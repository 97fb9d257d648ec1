"""Arc length on splines, resampling by arc length, and rotation-minimizing frames."""

import numpy as np
import osculate as osc
import pytest
from conftest import helix
from osculate import Flag
from scipy.special import ellipe


def test_ellipse_perimeter_with_spline_arclength():
    # Perimeter 4a·E(e²) with scipy.special.ellipe (parameter m = e²); 400 samples of a closed
    # ellipse through an interpolating spline: tolerance 1e-8 relative (spline error O(h⁴)).
    a, b = 3.0, 2.0
    th = np.linspace(0, 2 * np.pi, 401)
    s = osc.arclength(th, np.column_stack([a * np.cos(th), b * np.sin(th)]), method="spline")
    exact = 4 * a * ellipe(1 - (b / a) ** 2)
    assert abs(s[-1] - exact) / exact < 1e-8


def test_helix_length_closed_form():
    # Helix (a cos t, a sin t, c t): length √(a²+c²)·T (closed form); 1000 graded samples,
    # tolerance 1e-9 relative (spline position error O(h⁴) with h ≈ 0.01).
    u = np.linspace(0, 1, 1000)
    t = 10 * (u + 0.05 * np.sin(2 * np.pi * u))
    k = osc.kinematics(t, helix(t, 2.0, 0.5), method="spline")
    np.testing.assert_allclose(k.arclength[-1], np.sqrt(4.25) * 10.0, rtol=1e-9)
    # The reported quadrature error bound covers the difference from the closed form.
    assert k.fit_info["length_error"][0] < 1e-9


@pytest.mark.parametrize("method", ["spline", "smooth", "linear"])
def test_resampled_spacing_equals_step(method):
    # Consecutive points, measured by the path's own accurate arc length, are `step` apart to
    # 1e-9·step (the Newton solve runs to 1e-14 of the length).
    rng = np.random.default_rng(11)
    t = np.sort(rng.uniform(0, 12, 250))
    x = helix(t, 3.0, 0.4) + (rng.normal(0, 0.01, (250, 3)) if method == "smooth" else 0)
    step = 0.37
    r = osc.resample(t, x, step=step, method=method)
    path = osc.fit(t, x, method=method)
    s = path.arclength(r.t)
    gaps = np.diff(s)
    np.testing.assert_allclose(gaps[:-1], step, atol=1e-9 * step)
    assert 0 < gaps[-1] <= step * (1 + 1e-9)  # the shorter last step kept by endpoint=True
    np.testing.assert_allclose(r.s, s, atol=1e-9 * step)
    short = osc.resample(t, x, step=step, method=method, endpoint=False)
    assert len(short) == len(r) - 1


def test_resampling_a_straight_segment_and_extra_columns():
    # A straight line at non-uniform speed: resampled points are exact (common practice: the
    # interpolating spline of collinear samples is collinear), and columns linear in t are
    # reproduced exactly by the linear interpolation in time.
    t = np.array([0.0, 0.5, 1.5, 2.0, 4.0])
    u = t**2
    x = np.column_stack([3 * u, 4 * u])
    r = osc.resample(t, x, count=9, extra={"temp": 20 + 2 * t, "id": 7 + 0 * t}, method="linear")
    np.testing.assert_allclose(r.s, np.linspace(0, 80, 9))
    np.testing.assert_allclose(r.position, np.column_stack([0.6 * r.s, 0.8 * r.s]), atol=1e-12)
    np.testing.assert_allclose(r.extra["temp"], 20 + 2 * r.t, atol=1e-12)
    np.testing.assert_array_equal(r.extra["id"], 7.0)
    df = r.to_pandas()
    assert list(df.columns) == ["s", "t", "x", "y", "temp", "id"]


def test_resample_many_tracks_and_at():
    t = np.linspace(0, 1, 20)
    ids = np.repeat(["b", "a"], 20)
    x = np.concatenate([np.column_stack([t, 0 * t]), np.column_stack([2 * t, 0 * t])])
    r = osc.resample(np.tile(t, 2), x, tracks=ids, at=[0.0, 0.5, 1.0])
    assert list(r.tracks) == ["a"] * 3 + ["b"] * 3
    np.testing.assert_allclose(r.length, [2.0, 1.0])
    np.testing.assert_allclose(r.position[:, 0], [0, 0.5, 1.0] * 2, atol=1e-12)
    with pytest.raises(osc.InputError, match=r"at: track 'b': arc length 1.5 is outside"):
        osc.resample(np.tile(t, 2), x, tracks=ids, at=[0.0, 1.5])


@pytest.mark.parametrize(
    "kw, msg",
    [
        ({"step": 0.0}, r"step: must be finite and > 0"),
        ({"step": -1.0}, r"step: must be finite and > 0"),
        ({"count": 1}, r"count: must be at least 2"),
        ({"at": [0.5, 0.1]}, r"at: must be sorted"),
        ({"at": [np.nan]}, r"at: value 0 is not finite"),
        ({}, r"step, count, at: give exactly one"),
        ({"step": 1.0, "count": 3}, r"give exactly one"),
        ({"step": 1.0, "extra": np.ones(5)}, r"extra: expected shape \(6,\)"),
        ({"step": 1.0, "method": "fd"}, r"method: expected one of"),
    ],
)
def test_resample_bad_input(kw, msg):
    t = np.arange(6.0)
    with pytest.raises(osc.InputError, match=msg):
        osc.resample(t, np.column_stack([t, t**2]), **kw)


def test_rotation_minimizing_frame_on_a_helix():
    # Orthonormal and right-handed to 1e-12; minimal rotation: dN/ds has no component along the
    # other normal B, to discretization order (the leak, measured with second-order differences,
    # falls ≈ 4× when the samples double; |dN/ds| itself is κ ≈ 0.4); twist changes at −τ per
    # unit arc length (Bishop 1975), within 1e-6 relative.
    a, c = 2.0, 1.0
    leaks = []
    for n in (2001, 4001):
        t = np.linspace(0, 20, n)
        k = osc.kinematics(t, helix(t, a, c), method="spline", frame="rotation-minimizing")
        dn = np.gradient(k.normal, k.arclength, axis=0)
        leaks.append(np.max(np.abs(np.sum(dn * k.binormal, axis=1)[10:-10])))
    assert leaks[1] < 2e-6 and 3.5 < leaks[0] / leaks[1] < 4.5, leaks
    frame = np.stack([k.tangent, k.normal, k.binormal], axis=1)
    np.testing.assert_allclose(
        frame @ frame.transpose(0, 2, 1), np.broadcast_to(np.eye(3), frame.shape), atol=1e-12
    )
    np.testing.assert_allclose(np.linalg.det(frame), 1.0, atol=1e-12)
    s = k.arclength
    inner = slice(10, -10)
    tau = c / (a * a + c * c)
    slope = np.polyfit(s[inner], np.unwrap(k.twist[inner]), 1)[0]
    np.testing.assert_allclose(slope, -tau, rtol=1e-6)


def test_planar_rotation_minimizing_normal_is_frenet_up_to_sign():
    # A plane S-curve: the rotation-minimizing normal stays in the plane and equals ± the
    # Frenet normal wherever that exists (common practice; exact up to rounding, 1e-9).
    t = np.linspace(-2, 2, 401)
    xy = np.column_stack([t, t**3 - t])
    rm = osc.frames(t, xy, method="spline")
    fr = osc.frames(t, xy, method="spline", frame="frenet")
    ok = np.isfinite(fr.normal[:, 0])
    dots = np.sum(rm.normal[ok] * fr.normal[ok], axis=1)
    np.testing.assert_allclose(np.abs(dots), 1.0, atol=1e-9)
    assert np.all(np.isfinite(rm.normal))
    # Continuous: consecutive normals never flip, even across the inflection at t = 0.
    assert np.min(np.sum(rm.normal[1:] * rm.normal[:-1], axis=1)) > 0.99


def test_frames_stay_finite_and_continuous_through_a_straight_middle():
    s = np.linspace(-3, 3, 121)
    bend = np.where(np.abs(s) > 1, np.sign(s) * (np.abs(s) - 1) ** 3, 0.0)
    x = np.column_stack([s, bend, 0.3 * bend**2])
    k = osc.kinematics(s, x, frame="rotation-minimizing")
    assert k.flagged(Flag.STRAIGHT)[50:70].any()
    assert np.all(np.isfinite(k.normal)) and np.all(np.isfinite(k.binormal))
    assert np.min(np.sum(k.normal[1:] * k.normal[:-1], axis=1)) > 0.99
    # The Frenet normal is NaN on the straight part, so is the twist there.
    assert np.isnan(k.twist[60])


def test_initial_normal_and_errors():
    t = np.linspace(0, 5, 50)
    x = helix(t)
    f = osc.frames(t, x, method="spline", initial=(0, 0, 1))
    # The start is the projection of +z onto the first normal plane (closed form).
    tan0 = f.tangent[0]
    want = np.array([0, 0, 1.0]) - tan0 * tan0[2]
    np.testing.assert_allclose(f.normal[0], want / np.linalg.norm(want), atol=1e-12)
    with pytest.raises(osc.InputError, match="initial: track 0: is zero or parallel"):
        osc.frames(t, x, method="spline", initial=f.tangent[0])
    with pytest.raises(osc.InputError, match="frame: expected"):
        osc.frames(t, x, frame="bishop")
    with pytest.raises(osc.InputError, match="initial: only applies"):
        osc.kinematics(t, x, initial=(0, 0, 1))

+ + + + + + +

EXERCISE OBJECTIVE: Using the data above, repeat exactly the lines that begin at the line with "x = helix(t, 3.0, 0.4)" and end at the line with "# A straight", both ends included.

OUTPUT FOR THIS TASK:
    x = helix(t, 3.0, 0.4) + (rng.normal(0, 0.01, (250, 3)) if method == "smooth" else 0)
    step = 0.37
    r = osc.resample(t, x, step=step, method=method)
    path = osc.fit(t, x, method=method)
    s = path.arclength(r.t)
    gaps = np.diff(s)
    np.testing.assert_allclose(gaps[:-1], step, atol=1e-9 * step)
    assert 0 < gaps[-1] <= step * (1 + 1e-9)  # the shorter last step kept by endpoint=True
    np.testing.assert_allclose(r.s, s, atol=1e-9 * step)
    short = osc.resample(t, x, step=step, method=method, endpoint=False)
    assert len(short) == len(r) - 1


def test_resampling_a_straight_segment_and_extra_columns():
    # A straight line at non-uniform speed: resampled points are exact (common practice: the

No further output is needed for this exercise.